I felt a sickening nausea in the pit of my stomach as the vehicle started and I put it into drive so that I could hopefully take my child to a place of safety.

I gave my mother one last look. It was a plea begging her to come with us. She stood there with her shoulders bobbing up and down as though she was floating in water. Part of me wondered if I’d ever see her again, but there was another part of me that was angry with her for delaying our departure as long as she did.

I had not gone twenty feet before I slammed on the break and put the car into park.

“Maria do you have your cell phone?” I asked.

She handed it to me without saying a word.

Once I had it, I threw both hers and mine out of the vehicle. After that, I hopped out of the vehicle and walked back to the back hatch. I popped it and reached in to grab my mother’s luggage. Once I had a grip on its handle, I yanked it out of the car and threw it as far as I could send it.

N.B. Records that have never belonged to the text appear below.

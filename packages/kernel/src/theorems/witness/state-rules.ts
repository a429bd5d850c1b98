import type { HypothesisClaim, Witness } from '@stillroom/shared/cells';
import type { Rational } from '../../exact/index.ts';
import { compare, equals, fromDouble, isZero, multiply, sign, toDouble, ZERO } from '../../exact/index.ts';
import type { Equation, ExactInterval } from './exact-box.ts';
import { holdsOneZero } from './exact-box.ts';
import type { Amounts, PlainNetwork } from './plain-network.ts';
import { arrowRates, changeOf, dimension, paired } from './plain-network.ts';
import { exactOf } from './reading.ts';
import type { Evidence, Finding } from './evidence.ts';

type States = Extract<Witness, { kind: 'states' }>;

/** At least two disjoint boxes, each with exactly one positive steady state for the same constants and totals. */
export function severalStates({ network, plain, verdict, holds, witness }: Evidence): string | null {
  if (!holds || witness?.kind !== 'states') return 'the states are missing.';
  if (witness.boxes.length < 2) return 'there are fewer than two boxes.';
  const rates = ratesOf(plain, witness);
  if (rates === null) return 'a constant is missing or not positive.';
  const laws = witness.totals.map(
    ({ law }) => new Map(Object.entries(law).map(([name, value]) => [name, exactOf(value)])),
  );
  const complaint = lawsComplaint(plain, laws);
  if (complaint !== null) return complaint;
  if (verdict.scope === 'these constants and start') {
    const own = arrowRates(plain);
    if (own === null || [...rates].some(([key, rate]) => !equals(rate, own.get(key)!)))
      return 'the constants are not those of the text.';
    const start: Amounts = new Map([...network.start].map(([i, { exact }]) => [network.species[i]!, exact!]));
    const off = laws.findIndex((law, i) => !equals(paired(law, start), exactOf(witness.totals[i]!.value)));
    if (off >= 0) return 'the totals are not those of the start.';
  }
  const equations = equationsOf(
    plain,
    rates,
    laws,
    witness.totals.map(({ value }) => exactOf(value)),
  );
  const boxes = witness.boxes.map((box) => plain.species.map((name) => interval(box[name])));
  if (boxes.some((box) => box.some(({ low }) => sign(low) <= 0))) return 'a box is not positive.';
  for (const [k, box] of boxes.entries()) {
    const meets = boxes.slice(0, k).some((other) => box.every((side, i) => overlap(side, other[i]!)));
    if (meets) return 'two boxes meet.';
    if (!holdsOneZero(equations, box)) return `box ${k} is not proven to hold exactly one steady state.`;
  }
  return null;
}

function ratesOf(plain: PlainNetwork, { constants }: States): Map<string, Rational> | null {
  const rates = new Map<string, Rational>();
  for (const [index, value] of Object.entries(constants)) {
    const reaction = plain.reactions[Number(index)];
    const exact = exactOf(value);
    if (reaction === undefined || sign(exact) <= 0) return null;
    rates.set(`${reaction.from} ${reaction.to}`, exact);
  }
  return plain.reactions.every(({ from, to }) => rates.has(`${from} ${to}`)) ? rates : null;
}

function lawsComplaint(plain: PlainNetwork, laws: readonly Amounts[]): string | null {
  const changes = plain.reactions.map((reaction) => changeOf(plain, reaction));
  if (laws.some((law) => changes.some((change) => !isZero(paired(law, change)))))
    return 'a total is not conserved.';
  return dimension(laws) === laws.length && laws.length === plain.species.length - dimension(changes)
    ? null
    : 'the totals do not fix a class.';
}

/** As many independent rates of change as the rank, and the totals. */
function equationsOf(
  plain: PlainNetwork,
  rates: ReadonlyMap<string, Rational>,
  laws: readonly Amounts[],
  totals: readonly Rational[],
): Equation[] {
  const arrows = [
    ...new Map(plain.reactions.map((reaction) => [`${reaction.from} ${reaction.to}`, reaction])),
  ];
  const rowOf = (name: string): Amounts =>
    new Map(
      arrows.flatMap(([key, reaction]) => {
        const amount = changeOf(plain, reaction).get(name);
        return amount === undefined ? [] : [[key, amount] as const];
      }),
    );
  const chosen: string[] = [];
  for (const name of plain.species) {
    if (dimension([...chosen, name].map(rowOf)) > chosen.length) chosen.push(name);
  }
  const unit = (name: string): number[] => plain.species.map((other) => (other === name ? 1 : 0));
  return [
    ...chosen.map((name): Equation => ({
      terms: [...rowOf(name)].map(([key, amount]) => ({
        coefficient: multiply(amount, rates.get(key)!),
        exponents: exponentsOf(plain, Number(key.split(' ')[0])),
      })),
      constant: ZERO,
    })),
    ...laws.map((law, i): Equation => ({
      terms: [...law].map(([name, weight]) => ({ coefficient: weight, exponents: unit(name) })),
      constant: totals[i]!,
    })),
  ];
}

function exponentsOf(plain: PlainNetwork, complex: number): number[] {
  return plain.species.map((name) => toDouble(plain.complexes[complex]!.get(name) ?? ZERO));
}

function interval(side: readonly [number, number] | undefined): ExactInterval {
  if (side === undefined || !(side[0] < side[1])) throw new Error('a side of a box is missing');
  return { low: fromDouble(side[0]), high: fromDouble(side[1]) };
}

function overlap(a: ExactInterval, b: ExactInterval): boolean {
  return compare(a.low, b.high) <= 0 && compare(b.low, a.high) <= 0;
}

/** For each theorem that excludes two states of one class: sets of claims one of which has to stand complete. */
const UNIQUENESS: Readonly<Record<string, readonly (readonly HypothesisClaim[])[]>> = {
  'no-positive-steady-state': [['not consistent', 'rates follow reactants']],
  'deficiency-zero': [
    ['deficiency', 'weakly reversible', 'mass action'],
    ['deficiency', 'not weakly reversible', 'rates follow reactants'],
  ],
  'deficiency-one': [
    ['mass action', 'class deficiency at most one', 'class deficiencies add up', 'one terminal class each'],
  ],
  injective: [['mass action', 'determinants of one sign']],
  concordant: [['rates are weakly monotonic', 'concordant']],
  'deficiency one algorithm': [['mass action', 'regular of deficiency one']],
  'degree criterion': [
    ['mass action', 'critical polynomial of one sign', 'rank one'],
    ['mass action', 'critical polynomial of one sign', 'strongly endotactic'],
    ['mass action', 'critical polynomial of one sign', 'no critical siphon', 'conservative'],
    ['mass action', 'critical polynomial of one sign', 'no critical siphon', 'inward drift'],
  ],
};

/** A "yes" names a theorem whose hypotheses all stand in the verdict; a "no" carries two verified states. */
export function atMostOne(evidence: Evidence): Finding {
  return evidence.holds ? uniquenessComplaint(evidence) : severalStates({ ...evidence, holds: true });
}

/** Excluded by a theorem whose hypotheses all stand in the verdict. */
export function severalExcluded(evidence: Evidence): Finding {
  return evidence.holds ? 'an exclusion is stated as failing.' : uniquenessComplaint(evidence);
}

function uniquenessComplaint({ verdict }: Evidence): string | null {
  const routes = UNIQUENESS[verdict.case ?? ''];
  if (routes === undefined) return 'no theorem is named.';
  const stated = new Set(verdict.hypotheses.filter(({ holds }) => holds === true).map(({ claim }) => claim));
  return routes.some((claims) => claims.every((claim) => stated.has(claim)))
    ? null
    : 'a hypothesis of the theorem named is missing.';
}
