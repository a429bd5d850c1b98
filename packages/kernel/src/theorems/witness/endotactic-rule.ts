import type { Rational } from '../../exact/index.ts';
import { clearDenominators, solveLinear, subtract, ZERO } from '../../exact/index.ts';
import type { LinearCondition } from '../../exact/index.ts';
import type { Evidence, Finding } from './evidence.ts';
import { Unconfirmed } from './evidence.ts';
import type { PlainNetwork } from './plain-network.ts';

/** Reactant complexes squared times species above which cones are not looked at. */
const LARGEST = 40_000;

/**
 * Strongly endotactic, by the dual statements: no reaction leads outwards exactly when its change lies in the cone of the
 * differences z − y to other reactants; and where reactions of an outermost y run along the face, what this forces onto the
 * face is what has its opposite in the cone of y − z and the lines of those reactions, until every reaction lies in its lines.
 */
export function stronglyEndotactic({ plain, holds }: Evidence): Finding {
  if (!holds) return 'it is never said to fail.';
  const reactants = [...new Set(plain.reactions.map(({ from }) => from))];
  if (reactants.length ** 2 * plain.species.length > LARGEST)
    return new Unconfirmed('there are too many complexes to look at all directions.');
  const towards = (from: number, to: number): Rational[] =>
    plain.species.map((name) =>
      subtract(plain.complexes[to]!.get(name) ?? ZERO, plain.complexes[from]!.get(name) ?? ZERO),
    );
  for (const { from, to } of plain.reactions) {
    const rays = reactants.map((other) => towards(from, other));
    if (!inCone(towards(from, to), rays, [])) return 'a reaction leads outwards.';
  }
  for (const start of reactants) {
    if (!facesLeft(plain, start, reactants, towards)) return 'no reaction leads inwards in some direction.';
  }
  return null;
}

function facesLeft(
  plain: PlainNetwork,
  start: number,
  reactants: readonly number[],
  towards: (from: number, to: number) => Rational[],
): boolean {
  let face = new Set([start]);
  for (;;) {
    const rays = reactants.filter((other) => !face.has(other)).map((other) => towards(other, start));
    const lines = [
      ...[...face].map((other) => towards(start, other)),
      ...plain.reactions.filter(({ from }) => face.has(from)).map(({ from, to }) => towards(from, to)),
    ];
    const forced = reactants.filter(
      (other) => !face.has(other) && inCone(towards(start, other), rays, lines),
    );
    if (forced.length === 0) {
      return plain.reactions.every(
        ({ from, to }) => inCone(towards(from, to), rays, lines) && inCone(towards(to, from), rays, lines),
      );
    }
    face = new Set([...face, ...forced]);
  }
}

/** Whether a vector is a non-negative combination of rays and any combination of lines. */
function inCone(
  target: readonly Rational[],
  rays: readonly (readonly Rational[])[],
  lines: readonly (readonly Rational[])[],
): boolean {
  const columns = [...rays, ...lines];
  const conditions = target.map((value, i): LinearCondition => {
    const { integers } = clearDenominators([...columns.map((column) => column[i]!), value]);
    return {
      terms: columns.flatMap((_, k) => (integers[k] === 0n ? [] : [[k, integers[k]!] as const])),
      relation: '=',
      right: integers.at(-1)!,
    };
  });
  const outcome = solveLinear({
    variables: columns.length,
    free: (k) => k >= rays.length,
    conditions,
  });
  if (outcome.kind === 'unfinished') throw new Error('a linear programme was too long');
  return outcome.kind === 'feasible';
}
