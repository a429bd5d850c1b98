import type { Assembly } from '../../../program/index.ts';
import { predictive } from '../../controllers/predictive.ts';
import { planElimination } from '../../linear/elimination.ts';
import { type CommonWorkspace, slots } from '../../workspace.ts';
import type { Counters, Method, Stepper } from '../method.ts';
import { copyVector } from '../loops.ts';
import { rosenbrockInterpolant } from './interpolant.ts';
import { rosenbrockRoutines } from './step.ts';
import { rodas5p } from './tableau.ts';
import { type RosenbrockWorkspace, rosenbrockWorkspace } from './workspace.ts';

/** Multipliers of the factorisation beyond this mean that the fixed order of pivots has lost too many digits. */
const largestMultiplier = 1e6;
/** For how many steps pivots are chosen by size after the fixed order has failed. */
const pivotingSteps = 10;

/** The method for stiff systems. */
export const rodas5pMethod: Method = {
  name: 'Rodas5P',
  citation: 'Steinebach 2023, BIT Numerical Mathematics 63:27',
  order: 5,
  denseOrder: 4,
  stiff: true,
  errorPower: 5,
  controller: predictive,
  prepare(system, common, layout, checkpoint) {
    const elimination = planElimination(system.pattern, checkpoint);
    const own = rosenbrockWorkspace(system, elimination, layout);
    return {
      routines: (memory) => rosenbrockRoutines(system, common, own, elimination, memory),
      stepper: (assembly, counters) => stepper(common, own, assembly, counters),
    };
  },
};

function stepper(
  common: CommonWorkspace,
  own: RosenbrockWorkspace,
  assembly: Assembly,
  counters: Counters,
): Stepper {
  const { memory } = assembly;
  const n = common.dimension;
  const linearise = assembly.routine('rodas5p.linearise');
  const attempt = assembly.routine('rodas5p.attempt');
  const attemptPivoting = assembly.routine('rodas5p.attemptPivoting');
  const interpolant = rosenbrockInterpolant(assembly, common, own);
  let linear = false;
  let pivoting = 0;

  const run = (routine: () => void): void => {
    memory[slots.error] = 0;
    counters.factorizations++;
    counters.rhs += rodas5p.stages;
    routine();
  };

  return {
    restart() {
      linear = false;
      pivoting = 0;
    },
    attempt(t, h) {
      memory[slots.start] = t;
      memory[slots.step] = h;
      memory[slots.inverseStep] = 1 / h;
      memory[slots.shift] = 1 / (h * rodas5p.gamma);
      interpolant.invalidate();
      if (!linear) {
        linearise();
        counters.jacobians++;
        linear = true;
      }
      if (pivoting === 0) {
        run(attempt);
        if (!(memory[slots.growth]! <= largestMultiplier)) pivoting = pivotingSteps;
      }
      if (pivoting > 0) {
        pivoting--;
        run(attemptPivoting);
      }
      return n === 0 ? 0 : Math.sqrt(memory[slots.error]! / n);
    },
    interpolate: (theta, out) => interpolant.at(theta, out),
    accept() {
      copyVector(memory, common.state, common.next, n);
      linear = false;
    },
  };
}
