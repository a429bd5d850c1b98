import type { CellKind } from '@stillroom/shared/cells';

/** A cell of an outline, and what is said of it while it is shown in pencil. */
export interface OutlineCell {
  readonly kind: CellKind;
  readonly name: string;
  readonly text: string;
  readonly settings: Readonly<Record<string, unknown>>;
  readonly says: string;
}

export interface Outline {
  readonly title: string;
  readonly kinds: string;
  readonly forWhat: string;
  readonly cells: readonly OutlineCell[];
}

const prose = (text: string, says: string): OutlineCell => ({
  kind: 'prose',
  name: '',
  text,
  settings: {},
  says,
});
const network = (name: string, text: string): OutlineCell => ({
  kind: 'network',
  name,
  text,
  settings: {},
  says: '',
});
const on = (kind: CellKind, name: string, settings: Record<string, unknown>, says: string): OutlineCell => ({
  kind,
  name,
  text: '',
  settings,
  says,
});
const claim = (name: string, text: string, because: string): OutlineCell => ({
  kind: 'claim',
  name,
  text,
  settings: { because },
  says: '',
});

/** Worked outlines, invented numbers throughout. All of them compute as they stand. */
export const outlines: readonly Outline[] = [
  {
    title: 'Two fates from two starts',
    kinds: 'network, structure, two trajectories, plot, claim',
    forWhat:
      'For asking whether a network can settle in more than one place. Change the reactions first; everything below follows.',
    cells: [
      prose(
        '## The question\n\nWhen can this network settle in two places from the same supply?\n',
        'Two sentences: what may happen, and what would settle it.',
      ),
      network(
        'switch',
        '# One species that feeds on itself\n0 <=> X     | af = 0.6 uM/s, ar = 1.1 /s       | turnover\n2 X <=> 3 X | bf = 0.6 /uM/s, br = 0.1 /uM^2/s | growth\n',
      ),
      on(
        'structure',
        'shape',
        { network: 'switch' },
        'Deficiency, linkage classes, conservation laws, verdicts.',
      ),
      on('trajectory', 'low', { network: 'switch', until: 60, start: { X: 1.8 } }, 'From 1.8 it falls to 1.'),
      on(
        'trajectory',
        'high',
        { network: 'switch', until: 60, start: { X: 2.2 } },
        'From 2.2 it climbs to 3.',
      ),
      on(
        'plot',
        'fates',
        {
          mark: 'line',
          draw: [
            { cell: 'low', x: 'times', y: ['species.X'], label: 'from 1.8' },
            { cell: 'high', x: 'times', y: ['species.X'], label: 'from 2.2' },
          ],
          caption: 'Two starts close together end far apart.',
        },
        'Both courses in one picture.',
      ),
      claim(
        'apart',
        'last(high.species.X) - last(low.species.X) > 1.5',
        'The two starts end in different places.',
      ),
      prose(
        '## What we would test\n\nName the measurement that would change your mind.\n',
        'Name the measurement that would change your mind.',
      ),
    ],
  },
  {
    title: 'One network, all its theorems',
    kinds: 'network, structure, balance, two claims',
    forWhat: 'For stating what the structure alone guarantees, before any constant is measured.',
    cells: [
      prose('## What holds for every choice of constants\n\n', 'What is claimed, and for whom it matters.'),
      network('enzyme', '# An enzyme and its substrate\nE + S <=> ES | kf, kr\nES <=> E + P | kc, kq\n'),
      on('structure', 'shape', { network: 'enzyme' }, 'Every verdict with its witnesses.'),
      on('balance', 'even', { network: 'enzyme' }, 'The conditions on the constants.'),
      claim('zero', 'shape.counts.deficiency == 0', 'The deficiency is zero.'),
      claim('laws', 'count(shape.conservationLaws) == 2', 'Enzyme and substrate are both conserved.'),
    ],
  },
  {
    title: 'An outbreak that comes back',
    kinds: 'SIRS: network, trajectory, claim',
    forWhat: 'For people who fall ill, recover, and lose their immunity again.',
    cells: [
      prose('## The outbreak\n\nInvented numbers.\n', 'Where, when, and what is counted.'),
      network(
        'ferry',
        '# Susceptible, infected, recovered, susceptible again; time in days\nS + I -> 2 I | beta = 0.0006 | infection\nI -> R       | gamma = 0.2   | recovery\nR -> S       | omega = 0.01  | waning\nstart S = 990, I = 10\n',
      ),
      on('structure', 'shape', { network: 'ferry' }, 'People are conserved.'),
      on('trajectory', 'course', { network: 'ferry', until: 300 }, 'A first wave, then smaller ones.'),
      claim('endemic', 'last(course.species.I) > 1', 'The infection does not die out.'),
    ],
  },
];
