import type { Rational } from '../../exact/index.ts';
import { add, isZero, multiply, ONE, rational, sign, toDouble, ZERO } from '../../exact/index.ts';
import type { Amounts, PlainNetwork } from './plain-network.ts';
import { arrowRates, changeOf, paired } from './plain-network.ts';
import { massAction, namesPower } from './rate-rules.ts';
import { speciesVector } from './reading.ts';
import type { Evidence, Finding } from './evidence.ts';
import { Unconfirmed } from './evidence.ts';

/** Claims that carry no witness: nothing here can confirm or refute them. */
export function unchecked(): Finding {
  return new Unconfirmed('nothing here works this out again.');
}

/** Mass action (weights aside) with whole numbers of molecules. */
export function countRates(evidence: Evidence): string | null {
  const whole = evidence.plain.complexes.every((complex) =>
    [...complex.values()].every(({ denominator }) => denominator === 1n),
  );
  if (whole) return namesPower(evidence) ? null : massAction(evidence);
  return evidence.holds ? 'a coefficient is not a whole number.' : null;
}

function sizeOf(complex: Amounts): number {
  return [...complex.values()].reduce((sum, amount) => sum + toDouble(amount), 0);
}

/** All complexes have at most one molecule, or the one named has more. */
export function noLargeComplex({ plain, holds, witness }: Evidence): string | null {
  if (holds)
    return plain.complexes.every((complex) => sizeOf(complex) <= 1) ? null : 'some complex is larger.';
  const named =
    witness?.kind === 'set' && 'complexes' in witness ? plain.complexes[witness.complexes[0]!] : undefined;
  return named !== undefined && sizeOf(named) > 1 ? null : 'the complex named is not larger.';
}

/** Reactions between multiples of single species of equal size; or the reaction named is none. */
export function sitesOnly({ network, plain, holds, witness }: Evidence): string | null {
  const moves = plain.reactions.map(({ from, to }) => {
    const source = plain.complexes[from]!;
    const target = plain.complexes[to]!;
    return (
      source.size === 1 &&
      target.size === 1 &&
      sizeOf(source) === sizeOf(target) &&
      Number.isInteger(sizeOf(source))
    );
  });
  const untouched = network.events.length === 0 && network.rateRules.size === 0;
  if (!untouched) return holds ? 'something else changes a species.' : null;
  if (holds) return moves.every(Boolean) ? null : 'some reaction does something else.';
  return witness?.kind === 'arrow' && moves[witness.reaction] === false
    ? null
    : 'the reaction named moves mass.';
}

/** No reactant complex of two or more molecules raises the weighted sum (arrow by arrow, or on average). */
export function linearGrowth(evidence: Evidence): string | null {
  return evidence.holds ? driftComplaint(evidence, 2) : 'it is never said to fail.';
}

/** No reactant complex raises it, and for each species the complexes made of it alone lower it. */
export function inwardDrift(evidence: Evidence): string | null {
  if (!evidence.holds) return 'it is never said to fail.';
  const complaint = driftComplaint(evidence, 1);
  if (complaint !== null) return complaint;
  const { plain } = evidence;
  const weights = speciesVector(evidence.witness, plain);
  const alone = plain.species.every((name) =>
    [...drifts(evidence, weights)].some(([complex, values]) => {
      const { size } = plain.complexes[complex]!;
      return size === 1 && plain.complexes[complex]!.has(name) && values.some((value) => sign(value) < 0);
    }),
  );
  return alone ? null : 'some species is not drawn in.';
}

function driftComplaint(evidence: Evidence, smallest: number): string | null {
  const { plain, witness } = evidence;
  const weights = speciesVector(witness, plain);
  if (plain.species.some((name) => sign(weights.get(name) ?? ZERO) <= 0)) return 'a weight is not positive.';
  for (const [complex, values] of drifts(evidence, weights)) {
    if (sizeOf(plain.complexes[complex]!) >= smallest && values.some((value) => sign(value) > 0)) {
      return 'a reactant complex raises the weighted sum.';
    }
  }
  return null;
}

/** By reactant complex: w·ν of each arrow, or their mean for the constants of the text. */
function drifts({ plain, verdict }: Evidence, weights: Amounts): Map<number, Rational[]> {
  const rates = verdict.scope === 'these constants' ? arrowRates(plain) : null;
  const seen = new Set<string>();
  const byComplex = new Map<number, Rational[]>();
  for (const reaction of plain.reactions) {
    const key = `${reaction.from} ${reaction.to}`;
    if (seen.has(key)) continue;
    seen.add(key);
    const drift = paired(weights, changeOf(plain, reaction));
    const known = byComplex.get(reaction.from) ?? [];
    if (rates === null) byComplex.set(reaction.from, [...known, drift]);
    else byComplex.set(reaction.from, [add(known[0] ?? ZERO, multiply(rates.get(key)!, drift))]);
  }
  return byComplex;
}

/** A polynomial in the species: coefficient by exponents, written in order of species. */
type Form = Map<string, Rational>;

/** A "no" names a complex and the first derivative that is not 0, which is worked out again symbolically. */
export function largeComplexesBalance({ network, plain, holds, witness, hypothesis }: Evidence): Finding {
  if (holds) return new Unconfirmed('nothing here works this out again.');
  const rates = arrowRates(plain);
  const complex = witness?.kind === 'set' && 'complexes' in witness ? witness.complexes[0] : undefined;
  if (rates === null || complex === undefined || plain.complexes[complex] === undefined)
    return 'no complex is named.';
  if (sizeOf(plain.complexes[complex]) < 2) return 'the complex named has one molecule.';
  const order = Number(/t\^(\d+)/.exec(hypothesis.text)?.[1] ?? NaN);
  if (order > 2) return new Unconfirmed('derivatives of order three and more are not worked out again.');
  const start = new Map(
    plain.species.map((name) => [name, network.start.get(network.species.indexOf(name))?.exact ?? ZERO]),
  );
  let form: Form = new Map();
  for (const [key, rate] of rates) {
    const [from, to] = key.split(' ').map(Number);
    if (to === complex) addTo(form, exponentsOf(plain, from!), rate);
    if (from === complex) addTo(form, exponentsOf(plain, from), minus(rate));
  }
  for (let k = 0; k < order; k++) form = alongSolution(plain, rates, form);
  return isZero(valueAt(plain, form, start)) ? 'the derivative named is 0.' : null;
}

function exponentsOf(plain: PlainNetwork, complex: number): number[] {
  return plain.species.map((name) => toDouble(plain.complexes[complex]!.get(name) ?? ZERO));
}

function addTo(form: Form, exponents: readonly number[], value: Rational): void {
  const key = exponents.join();
  form.set(key, add(form.get(key) ?? ZERO, value));
}

/** ∇form · f, f the rate equations. */
function alongSolution(plain: PlainNetwork, rates: ReadonlyMap<string, Rational>, form: Form): Form {
  const derivative: Form = new Map();
  for (const [key, coefficient] of form) {
    const exponents = key.split(',').map(Number);
    for (const [arrow, rate] of rates) {
      const [from, to] = arrow.split(' ').map(Number);
      const reactants = exponentsOf(plain, from!);
      for (const [name, amount] of changeOf(plain, { from: from!, to: to! })) {
        const i = plain.species.indexOf(name);
        if (exponents[i] === 0) continue;
        const moved = exponents.map((exponent, l) => exponent + reactants[l]! - (l === i ? 1 : 0));
        addTo(
          derivative,
          moved,
          multiply(multiply(coefficient, rational(BigInt(exponents[i]!))), multiply(rate, amount)),
        );
      }
    }
  }
  return derivative;
}

function valueAt(plain: PlainNetwork, form: Form, state: ReadonlyMap<string, Rational>): Rational {
  let sum = ZERO;
  for (const [key, coefficient] of form) {
    const exponents = key.split(',').map(Number);
    let term = coefficient;
    plain.species.forEach((name, i) => {
      for (let k = 0; k < exponents[i]!; k++) term = multiply(term, state.get(name) ?? ONE);
    });
    sum = add(sum, term);
  }
  return sum;
}

function minus(value: Rational): Rational {
  return { numerator: -value.numerator, denominator: value.denominator };
}
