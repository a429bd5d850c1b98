import type { HypothesisClaim } from '@stillroom/shared/cells';
import * as balance from './balance-rules.ts';
import * as counts from './count-rules.ts';
import { noSeveralByAlgorithm } from './deficiency-one-rule.ts';
import { stronglyEndotactic } from './endotactic-rule.ts';
import * as graph from './graph-rules.ts';
import * as rates from './rate-rules.ts';
import * as laws from './law-rule.ts';
import { doesNotExplode, recurs } from './line-rule.ts';
import * as signs from './sign-rules.ts';
import type { Rule } from './evidence.ts';
import * as states from './state-rules.ts';
import { weightSummable } from './weight-rule.ts';
import { ratesFactorise, transportBalances } from './transport-rule.ts';
import { largeComplexesBalance } from './time-rule.ts';
import * as vectors from './vector-rules.ts';

/** How each claim is confirmed. */
export const rules: Readonly<Record<HypothesisClaim, Rule>> = {
  'mass action': rates.massAction,
  'mass action in counts': rates.massActionInCounts,
  'rates follow reactants': laws.positiveWithReactants,
  'rates are monotone': laws.growsWithReactants,
  'rates are weakly monotonic': laws.risesWithReactants,
  deficiency: graph.deficiency,
  'class deficiency at most one': graph.classDeficiency,
  'class deficiencies add up': graph.deficienciesAddUp,
  'one terminal class each': graph.oneTerminalClassEach,
  'weakly reversible': graph.weaklyReversible,
  'not weakly reversible': graph.notWeaklyReversible,
  reversible: graph.reversible,
  consistent: vectors.consistent,
  'not consistent': vectors.notConsistent,
  conservative: vectors.conservative,
  'no critical siphon': vectors.noCriticalSiphon,
  'siphon holds a law': vectors.siphonLaw,
  'complexes differ in one species': graph.differInOneSpecies,
  'complexes are nested': graph.nested,
  'determinants of one sign': signs.oneSign,
  concordant: signs.concordant,
  'values given': () => 'it is never said to hold or to fail.',
  'complex balance condition': balance.complexCondition,
  'detailed balance condition': balance.detailedCondition,
  'complex balanced': balance.complexBalanced,
  'attraction is proven': graph.attractionProven,
  'strongly endotactic': stronglyEndotactic,
  'critical polynomial of one sign': signs.criticalSign,
  'regular of deficiency one': noSeveralByAlgorithm,
  'several states verified': states.severalStates,
  'several are excluded': states.severalExcluded,
  'at most one by theorem': states.atMostOne,
  'mass action or weights in counts': counts.countRates,
  'weight summable': weightSummable,
  'no large complex': counts.noLargeComplex,
  'large complexes balance': largeComplexesBalance,
  'mass moves between sites': counts.sitesOnly,
  'rates factorise': ratesFactorise,
  'transport balances': transportBalances,
  'rank one': graph.rankOne,
  'linear growth': counts.linearGrowth,
  'leading terms do not explode': doesNotExplode,
  'leading terms recur': recurs,
  'inward drift': counts.inwardDrift,
};
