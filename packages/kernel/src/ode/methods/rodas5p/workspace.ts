import type { Elimination } from '../../linear/elimination.ts';
import type { OdeSystem } from '../../problem.ts';
import type { Layout } from '../../workspace.ts';
import { rodas5p } from './tableau.ts';

/** Regions of Rodas5P, by their first slot. */
export interface RosenbrockWorkspace {
  readonly timeDerivative: number;
  readonly factors: number;
  /** f of a stage. */
  readonly slope: number;
  /** The other half of a stage's right-hand side. */
  readonly past: number;
  /** K_1 to K_8. */
  readonly stages: readonly number[];
  /** D_1 to D_3 of the dense output. */
  readonly dense: readonly number[];
}

export function rosenbrockWorkspace(
  system: OdeSystem,
  elimination: Elimination,
  layout: Layout,
): RosenbrockWorkspace {
  return {
    timeDerivative: layout.region(system.dimension),
    factors: layout.region(elimination.factorLength),
    slope: layout.region(system.dimension),
    past: layout.region(system.dimension),
    stages: Array.from({ length: rodas5p.stages }, () => layout.region(system.dimension)),
    dense: rodas5p.dense.map(() => layout.region(system.dimension)),
  };
}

I then closed the hatch, walked back to the driver’s seat, hopped in the vehicle and proceeded to drive off and leave my mother to what I was sure would be her death. I almost vomited as I thought about the past few minutes. I didn’t want to be cruel to her, she was a wonderful mother, but I was not going to take a chance on Alex’s safety.

I began praying that I would be able to forgive myself were something to happen to her. I also prayed that my hunch was wrong. I also thought that I’d learned something back there. If it were true, then the world had just turned upside down on me.